Озимь вся пропала, а весной ударила сушь. Что же он сделал? Первое, что он сделал, — это увеличил нормы на посевных работах. Сам себя проклиная за жестокую свою сообразительность, стиснув зубы, увеличил те нормы, которые еще до войны, когда были целы и здоровы мужчины, стали легендарными. Но что же он сделал второе? А второе он сделал то, что, не разжимая зубы, объявил: кто выполнит за посевную полторы нормы, тот получит кабана. Большого кабана. Кто меньше полутора, но больше одной — тоже кабана. Среднего. Кто просто норму — кабан малый. «Макар! — в яростном изумлении закричали бабы. — Где ж ты их возьмешь?!» — «То мое дело. Работайте».
Какую, где в то время было найти, придумать радость? А он нашел, придумал, себе и людям согрел сердце сказочным видением: вот отсеялись, умылись — и приходит мужик выбирать кабана. С ним жинка, дети, комиссия от правления, а они лежат себе в загородке — боровы, один другого тяжче! То б ехать в Березовку, покупать поросенка, думать, чем его, ненасытного, визжащего, кормить, обрывать руки пудовыми чугунами с пойлом, а тут он уже готовый, выросший.
Самого большого получил Филипп Сербул, а старались все. Филипп засевал по восемь-девять гектаров в сутки, и о качестве его работы нельзя было сказать худого слова.
За всю весну и лето прошел один дождь, да и тот стороной, чуть побрызгал на клин проса. Такой засухи не было 50 лет, даже в двадцать первом году. Но тогда едва собрали семена, а теперь по 80 пудов озимой пшеницы на пару и по 60 яровой. Полностью выполнила хлебосдачу, На трудодень распределили по килограмму зерна и по 3 рубля 30 копеек денег. По тому году это было неправдоподобно много.
А в конце уборки, когда люди, коровы и лошади вот-вот, казалось, упадут после страшного напряжения весны и лета, Посмитный все с той же Серафимой Березовской поделился мыслью, от которой самому было не по себе. Он решил, что ни один клочок земли не оставит невспаханным до весны — поднять всю зябь сейчас. На последнем издыхании, но всю и сейчас. Серафима побледнела. Земля за полгода стала камнем… «Лошадей чаще выпрягать, людей подменять, — бормотал Макар. — Кормить на поле будем, ситра достану, пива…»
Потом был сорок седьмой год. Уже было побольше лошадей и волов и новый трактор из МТС. Впервые после войны подняли ранние пары, успели даже подкормить часть озимых, посадили огород. С огорода собрали по 150 центнеров овощей с гектара. Невиданно уродили арбузы. Макар поставил сторожей, а сам кинулся добывать вагоны. Продавали в Одессе, Николаеве, Харькове и дальше, дальше. Где только те арбузы не продавали! Впервые за все, включая довоенные, годы хозяйство получило миллион дохода. На трудодень пришлось 4,4 килограмма хлеба, 700 граммов подсолнечника и 12 рублей денег.

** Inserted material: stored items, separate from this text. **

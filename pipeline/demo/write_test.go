package demo

import (
	"crypto/sha256"
	"errors"
	"fmt"
	"io/fs"
	"os"
	"path/filepath"
	"runtime"
	"testing"
)

// tree returns a digest of the names and contents of all files under dir, in
// order, and their number and size.
func tree(t *testing.T, dir string) (digest string, files int, size int64) {
	t.Helper()
	h := sha256.New()
	err := filepath.WalkDir(dir, func(path string, d fs.DirEntry, err error) error {
		if err != nil || d.IsDir() {
			return err
		}
		data, err := os.ReadFile(path)
		rel, _ := filepath.Rel(dir, path)
		fmt.Fprintf(h, "%s %d\n", filepath.ToSlash(rel), len(data))
		h.Write(data)
		files++
		size += int64(len(data))
		return err
	})
	if err != nil {
		t.Fatal(err)
	}
	return fmt.Sprintf("%x", h.Sum(nil)[:8]), files, size
}

func write(t *testing.T, opts Options) (string, Summary) {
	t.Helper()
	dir := t.TempDir()
	sum, err := Write(dir, opts)
	if err != nil {
		t.Fatal(err)
	}
	return dir, sum
}

// small is a region that shows all there is: every format, the roof, the
// borehole, the damaged files.
var small = Options{Events: 1, Stations: 10, Seed: 4, Damaged: true}

// The bytes depend on the options alone: not on the run, nor on the number of
// processors, nor on the machine. The digest was made by this test on amd64; it
// came out the same with GOAMD64=v3, which fuses multiply-add, and on arm64 (in
// emulation). It guards against unnoticed change, not against a wrong motion.
func TestWriteIsDeterministic(t *testing.T) {
	const want = "1b17a00d4099bc9c"
	for _, processors := range []int{1, 4} {
		before := runtime.GOMAXPROCS(processors)
		dir, _ := write(t, small)
		runtime.GOMAXPROCS(before)
		if got, _, _ := tree(t, dir); got != want {
			t.Errorf("digest with %d processors is %s, want %s", processors, got, want)
		}
	}
	other := small
	other.Seed++
	dir, _ := write(t, other)
	if got, _, _ := tree(t, dir); got == want {
		t.Error("another seed writes the same files")
	}
}

func TestWriteSummary(t *testing.T) {
	dir, sum := write(t, small)
	// Ten stations, a roof and a borehole; V2 and COSMOS put three channels into
	// one file.
	want := Summary{
		Events: 1, Stations: 10, Records: 12, Channels: 36, Files: 2 + 1 + 2 + 3*(2+1) + 3*2 + 3*2, Damaged: 2,
		Bytes: sum.Bytes, Catalogue: filepath.Join(dir, "catalogue.csv"),
	}
	if sum != want {
		t.Errorf("summary is %+v, want %+v", sum, want)
	}
	if _, files, size := tree(t, dir); files != sum.Files+sum.Damaged+2 || size != sum.Bytes {
		t.Errorf("%d files of %d bytes, the summary says %d and %d", files, size, sum.Files+sum.Damaged+2, sum.Bytes)
	}
}

// The default region: 240 records of the ground and 24 of roof and borehole, in
// less than 60 MB.
func TestWriteDefaultSize(t *testing.T) {
	if testing.Short() {
		t.Skip("writes 55 MB")
	}
	_, sum := write(t, Options{})
	if sum.Records != 264 || sum.Channels != 792 || sum.Damaged != 0 {
		t.Errorf("summary is %+v, want 264 records, 792 channels, no damaged files", sum)
	}
	if sum.Bytes < 20e6 || sum.Bytes > 60e6 {
		t.Errorf("%d bytes, want 20 to 60 MB", sum.Bytes)
	}
}

// More stations and events than have names of their own.
func TestWriteGenerated(t *testing.T) {
	dir, sum := write(t, Options{Events: 1, Stations: 26, Damaged: true})
	if sum.Stations != 26 || sum.Records != 28 {
		t.Errorf("summary is %+v, want 26 stations and 28 records", sum)
	}
	names, err := filepath.Glob(filepath.Join(dir, "q1-california-v2", "*_72025.V2"))
	if err != nil || len(names) != 1 {
		t.Errorf("generated station 72025 has files %v, want one", names)
	}
}

func TestWriteErrors(t *testing.T) {
	for _, c := range []struct {
		opts Options
		want string
	}{
		{Options{Events: -1}, "events: -1 earthquakes; 1 to 999 can be made"},
		{Options{Stations: 1000}, "stations: 1000 stations; 1 to 999 can be made"},
	} {
		if _, err := Write(t.TempDir(), c.opts); err == nil || err.Error() != c.want {
			t.Errorf("Write(%+v) = %v, want %q", c.opts, err, c.want)
		}
	}
	dir := t.TempDir()
	if err := os.WriteFile(filepath.Join(dir, "mine.txt"), []byte("mine"), 0o666); err != nil {
		t.Fatal(err)
	}
	if _, err := Write(dir, small); !errors.Is(err, ErrNotEmpty) {
		t.Errorf("Write into a folder with files = %v, want ErrNotEmpty", err)
	}
	if _, files, _ := tree(t, dir); files != 1 {
		t.Errorf("%d files after the refusal, want the one that was there", files)
	}
	if _, err := Write(filepath.Join(dir, "mine.txt", "below"), small); err == nil || errors.Is(err, ErrNotEmpty) {
		t.Errorf("Write below a file = %v, want an error of the file system", err)
	}
}

func BenchmarkWrite(b *testing.B) {
	var size int64
	for b.Loop() {
		sum, err := Write(b.TempDir(), Options{})
		if err != nil {
			b.Fatal(err)
		}
		size = sum.Bytes
	}
	b.SetBytes(size)
}

func readFile(t *testing.T, parts ...string) []byte {
	t.Helper()
	data, err := os.ReadFile(filepath.Join(parts...))
	if err != nil {
		t.Fatal(err)
	}
	return data
}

Потом был сорок восьмой год. Перед озимым севом кто-то сказал, и те слова облетели все село: на севе надо работать так, как на молотьбе, — на одной спичке. А на молотьбе как зажгли в первый день солому в топке локомобиля, так и выбросили спички. Больше они не понадобились. Топка погасла только тогда, когда все было обмолочено. Отсеялись за 10 дней — и сами ахнули: не верилось….
В конце этого года Серафима Березовская объявила, что собирается замуж. Макар взволновался, словно она была ему дочерью, и решил грянуть свадьбу. Собрал общее собрание, составили смету, утвердили порядок. В приданое выделили телку. 31 декабря испекли два каравая: один простой, а на другом голубь с голубкой. Подвели жениха: «Выбирай свой». Жених выбрал с голубями. 15 мотоциклов и все, какие были машины, двинулись в село Онорьевку, в сельсовет. Макар прихватил бочонок вина на 50 литров. Зарегистрировав брак, вернулись домой. Перед порогом клуба, куда заходить молодым, был постелен длинный рушник. За столом Макар занял место посаженого отца, поднял стакан, сказал: «Товарищи!» — единственное слово, которое всегда произносил по-русски, — и не сразу смог продолжать… Вспомнил отца Серафимы, погибших своих бригадиров, двадцать первый, тридцать третий и сорок шестой годы, все проклятия, которые посылали, бывало, на его голову эти ждущие с поднятыми стаканами мужчины и женщины, все проклятия, которые посылал на их головы он, и на головы тех, с кем четыре с половиной года сгибался возле орудия, и на свою собственную, когда однажды остался возле того орудия- один, решил бить прямой наводкой, а попал не с первого выстрела.